Bendera hitam dengan tengkorak di atas tulang bersilang, dikenal dengan Jolly Roger, dunia menyebutnya simbol bajak laut topi jerami, cukup menyita perhatian publik. Di balik bendera itu dianggap menyimpan semangat yang tak bisa diremehkan. Ia telah berubah dari sekadar simbol fiksi menjadi lambang perlawanan terhadap ketidakadilan yang dirasakan banyak orang, terutama anak muda.

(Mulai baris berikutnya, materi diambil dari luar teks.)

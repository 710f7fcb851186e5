/**
 * The density route of the report: fit a density to each side, the value at the optimum
 * split into -ln 4 + KL(p_data || m) + KL(p_g || m) with the refit bootstrap, and
 * f-divergences between the fits, with D* and the decomposition as figures.
 *
 * @module
 */
import { fitGaussianMixture } from "../density/mod.ts";
import { selectGaussianMixture } from "../density/mod.ts";
import { fitKde } from "../density/mod.ts";
import type { Density } from "../density/mod.ts";
import { refitBootstrap } from "../divergence/mod.ts";
import { F_DIVERGENCES } from "../divergence/mod.ts";
import { exact, makeEstimate } from "../estimate/mod.ts";
import type { Estimate } from "../estimate/mod.ts";
import { escapeHtml, htmlTable } from "../display/mod.ts";
import { plotDecomposition } from "../plot/mod.ts";
import { plotDensities } from "../plot/mod.ts";
import { plotDiscriminatorMap } from "../plot/mod.ts";
import { plotDivergences } from "../plot/mod.ts";
import type { Samples } from "../samples/mod.ts";
import { decompositionFromSamples } from "../value/mod.ts";
import { biasCorrected, formatShort as fmt } from "./estimate_json.ts";
import { subsample } from "./_subsample.ts";
import type { ReportContext, ReportSection, SectionRecord } from "./types.ts";

/** The f-divergences the report estimates besides the JSD of the decomposition. */
export const REPORT_DIVERGENCES = [
  "kl",
  "reverse-kl",
  "squared-hellinger",
  "total-variation",
] as const;

const TERMS = ["value", "jsd", "klRealMix", "klFakeMix"] as const;
const TERM_LABELS: Record<(typeof TERMS)[number], string> = {
  value: "V(D*, G)",
  jsd: "JSD(p_data, p_g)",
  klRealMix: "KL(p_data ‖ m)",
  klFakeMix: "KL(p_g ‖ m)",
};
const TERM_RANGE: Record<(typeof TERMS)[number], readonly [number, number]> = {
  value: [-Math.log(4), 0],
  jsd: [0, Math.LN2],
  klRealMix: [0, Math.LN2],
  klFakeMix: [0, Math.LN2],
};

/** Shared-map key of the two density fits (for the discriminator's gap to D*). */
export const DENSITY_FITS = "density.fits";

/**
 * The density section: the decomposition at the optimum (Goodfellow et al. 2014, Thm. 1)
 * and f-divergences (Nowozin et al. 2016) between densities fitted to each side, with
 * refit-bootstrap intervals (bias-corrected, basic interval) that include the data's
 * sampling error.
 *
 * @example
 * ```ts
 * import { densitySection } from "./section_density.ts";
 * import assert from "node:assert/strict";
 * assert.equal(densitySection.id, "density");
 * ```
 */
export const densitySection: ReportSection = {
  id: "density",
  title: "Densities, D* and the value of the game at the optimum",
  applies(ctx) {
    return ctx.plan.density.kind === "none" ? ctx.plan.density.reason : true;
  },
  keys() {
    return [
      ...TERMS.map((t) => `estimates.optimum.${t}`),
      "estimates.optimum.constant",
      ...TERMS.map((t) => `estimates.optimumPlugIn.${t}`),
      ...REPORT_DIVERGENCES.map((n) => `estimates.divergences.${n}`),
    ];
  },
  run(ctx, out) {
    runDensity(ctx, out);
  },
};

function runDensity(ctx: ReportContext, out: SectionRecord): void {
  const { plan } = ctx;
  let t = performance.now();
  const lap = (step: string) => {
    const now = performance.now();
    out.timings.push({ step, seconds: (now - t) / 1000 });
    t = now;
  };
  const route = plan.density;
  if (route.kind === "none") return;
  const seed = `${plan.seed}:density`;
  const real = subsample(ctx.inputs.real.samples, plan.densityRows, `${seed}:real`);
  const fake = subsample(ctx.inputs.fake.samples, plan.densityRows, `${seed}:fake`);
  let fit: (s: Samples) => Density;
  const methods: Record<string, unknown> = {
    route: route.kind,
    reason: route.reason,
    rows: { real: real.n, fake: fake.n },
    replicates: plan.replicates,
    integration: route.integration,
    seed,
  };
  ctx.onProgress("density: fitting both sides", 0);
  if (route.kind === "kde") {
    fit = (s) => fitKde(s, { bandwidth: "scott" });
    methods.fit = "Gaussian KDE, Scott's rule";
  } else {
    const sel = [real, fake].map((s) =>
      selectGaussianMixture(s, { components: route.components, criterion: "bic", seed })
    );
    const k = Math.max(sel[0].components, sel[1].components);
    fit = (s) => fitGaussianMixture(s, { components: k, seed });
    methods.fit = `Gaussian mixture, ${k} full-covariance components (the larger of the ` +
      `two BIC choices: real ${sel[0].components}, generated ${sel[1].components}, of ` +
      `${route.components[0]}–${route.components[1]})`;
  }
  const pData = fit(real), pModel = fit(fake);
  ctx.shared.set(DENSITY_FITS, { pData, pModel });
  lap("fits");
  ctx.onProgress("density: decomposition at the optimum", 0.05);
  const dec = decompositionFromSamples(real, fake, {
    fit,
    replicates: plan.replicates,
    seed,
    level: plan.level,
    ...(route.integration === "monte-carlo" ? { n: plan.monteCarloDraws } : {}),
  });
  lap("decomposition");
  const n = real.n + fake.n;
  const optimum: Record<string, Estimate> = { constant: exact(-Math.log(4), "nats") };
  const plugIn: Record<string, Estimate> = {};
  for (const t of TERMS) {
    optimum[t] = biasCorrected({
      value: dec[t].value,
      replicates: dec[t].replicates,
      n,
      level: plan.level,
      range: TERM_RANGE[t],
      unit: "nats",
    });
    plugIn[t] = dec[t];
  }
  const divergences: Record<string, Estimate> = {};
  const divReplicates = Math.max(10, Math.round(plan.replicates / 2));
  // One refit bootstrap for the four divergences: each replicate refits both densities once
  // and evaluates every divergence on the same pair of fits.
  ctx.onProgress("density: f-divergences", 0.4);
  const all = refitBootstrap(real, fake, {
    fit,
    quantities: REPORT_DIVERGENCES,
    replicates: divReplicates,
    seed: `${seed}:divergences`,
    level: plan.level,
    onProgress: (done, total) => ctx.onProgress("density: f-divergences", 0.4 + 0.6 * done / total),
    ...(route.integration === "monte-carlo" ? { n: plan.monteCarloDraws } : {}),
  });
  for (const name of REPORT_DIVERGENCES) {
    const e = all.estimates[name];
    const notes = [...e.notes, ...all.notes.filter((n) => !e.notes.includes(n))];
    divergences[name] = Number.isFinite(e.value)
      ? biasCorrected({
        value: e.value,
        replicates: e.replicates,
        n,
        level: plan.level,
        range: F_DIVERGENCES[name].range,
        ...(e.unit ? { unit: e.unit } : {}),
        notes,
      })
      : makeEstimate({ ...e, notes });
  }
  lap("f-divergences");
  ctx.onProgress("density: figures", 1);
  methods.divergenceReplicates = divReplicates;
  methods.interval = "basic bootstrap interval of the refit replicates, bias-corrected " +
    "(Efron & Tibshirani 1993, ch. 10; Davison & Hinkley 1997, §5.2), clipped to the range";
  out.methods.density = methods as never;
  out.estimates.optimum = optimum;
  out.estimates.optimumPlugIn = plugIn;
  out.estimates.divergences = divergences;
  const labels = ctx.inputs.real.samples.columns;
  out.html.push(
    `<p>Fit: ${escapeHtml(String(methods.fit))}, on ${real.n} real and ${fake.n} generated ` +
      `rows. Intervals: ${plan.replicates} refit-bootstrap replicates (resample each side, ` +
      "refit both densities, recompute); the bootstrap estimate of the plug-in bias is " +
      "removed.</p>",
    htmlTable(
      ["term", "bias-corrected estimate", "plug-in (percentile interval)"],
      [
        ["-ln 4", optimum.constant, null],
        ...TERMS.map((t) => [TERM_LABELS[t], optimum[t], plugIn[t]]),
      ],
      "V(D*, G) = -ln 4 + KL(p_data ‖ m) + KL(p_g ‖ m) = -ln 4 + 2 JSD, m = (p_data + p_g)/2 " +
        "(Goodfellow et al. 2014, Thm. 1), nats",
    ),
    htmlTable(
      ["divergence", "estimate", "notes"],
      REPORT_DIVERGENCES.map((k) => [
        F_DIVERGENCES[k].label,
        divergences[k],
        divergences[k].notes[0] ?? "",
      ]),
      `f-divergences D_f(p_data ‖ p_g) between the fits (${divReplicates} refit replicates)`,
    ),
  );
  const jsd = optimum.jsd;
  out.headlines.push(
    `JSD at the optimum ${fmt(jsd)} nats (0 when the generator matches the data, ln 2 ≈ ` +
      `0.693 for disjoint supports); V(D*, G) ${fmt(optimum.value)} (−ln 4 ≈ −1.386 at equality).`,
  );
  if (plan.d === 1) {
    out.figures.push({
      name: "densities",
      figure: plotDensities(pData, pModel, {
        samples: { real, generated: fake },
        ...(labels?.[0] ? { xLabel: labels[0] } : {}),
      }),
      caption: "Densities fitted to both sides, and D* = p_data / (p_data + p_g).",
    });
  } else if (plan.d === 2) {
    out.figures.push({
      name: "discriminator_map",
      figure: plotDiscriminatorMap({
        real,
        generated: fake,
        pData,
        pModel,
        seed,
        ...(labels ? { labels: [labels[0], labels[1]] } : {}),
      }),
      caption: "Both samples over the map of D* between the two fitted densities.",
    });
  }
  out.figures.push(
    {
      name: "decomposition",
      figure: plotDecomposition({
        value: optimum.value,
        klRealMix: optimum.klRealMix,
        klFakeMix: optimum.klFakeMix,
        constant: optimum.constant,
      }),
      caption: "The value at the optimum, term by term, with intervals.",
    },
    {
      name: "divergences",
      figure: plotDivergences(
        REPORT_DIVERGENCES.map((k) => ({ name: F_DIVERGENCES[k].label, estimate: divergences[k] })),
      ),
      caption: "f-divergences between the fitted densities, with intervals.",
    },
  );
  lap("figures");
  out.notes.push(
    "Density-based quantities are about the fitted densities: they depend on the fit " +
      "(bandwidth, mixture components) and degrade in high dimension.",
    ...dec.notes.slice(0, 1),
    "Plug-in divergences between densities fitted to finite samples are biased upward; the " +
      "bias-corrected values remove the bootstrap estimate of that bias, while the plug-in " +
      "column keeps it (its percentile interval need not contain 0 when p_g = p_data).",
  );
}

Fenomena ini menjadi bukti bahwa bendera bukan hanya kain bergambar yang dikibarkan di udara. Ia bisa menjadi media ekspresi, perlawanan, bahkan identitas kolektif yang membentuk kesadaran baru dalam masyarakat.
Dalam sejarah panjang umat manusia, bendera selalu hadir sebagai representasi kekuasaan, penderitaan, maupun cita-cita atau harapan. Hal yang sama terjadi dalam peradaban Islam, di mana simbol warna dan bentuk panji memiliki makna jauh lebih dalam daripada yang tampak di permukaan.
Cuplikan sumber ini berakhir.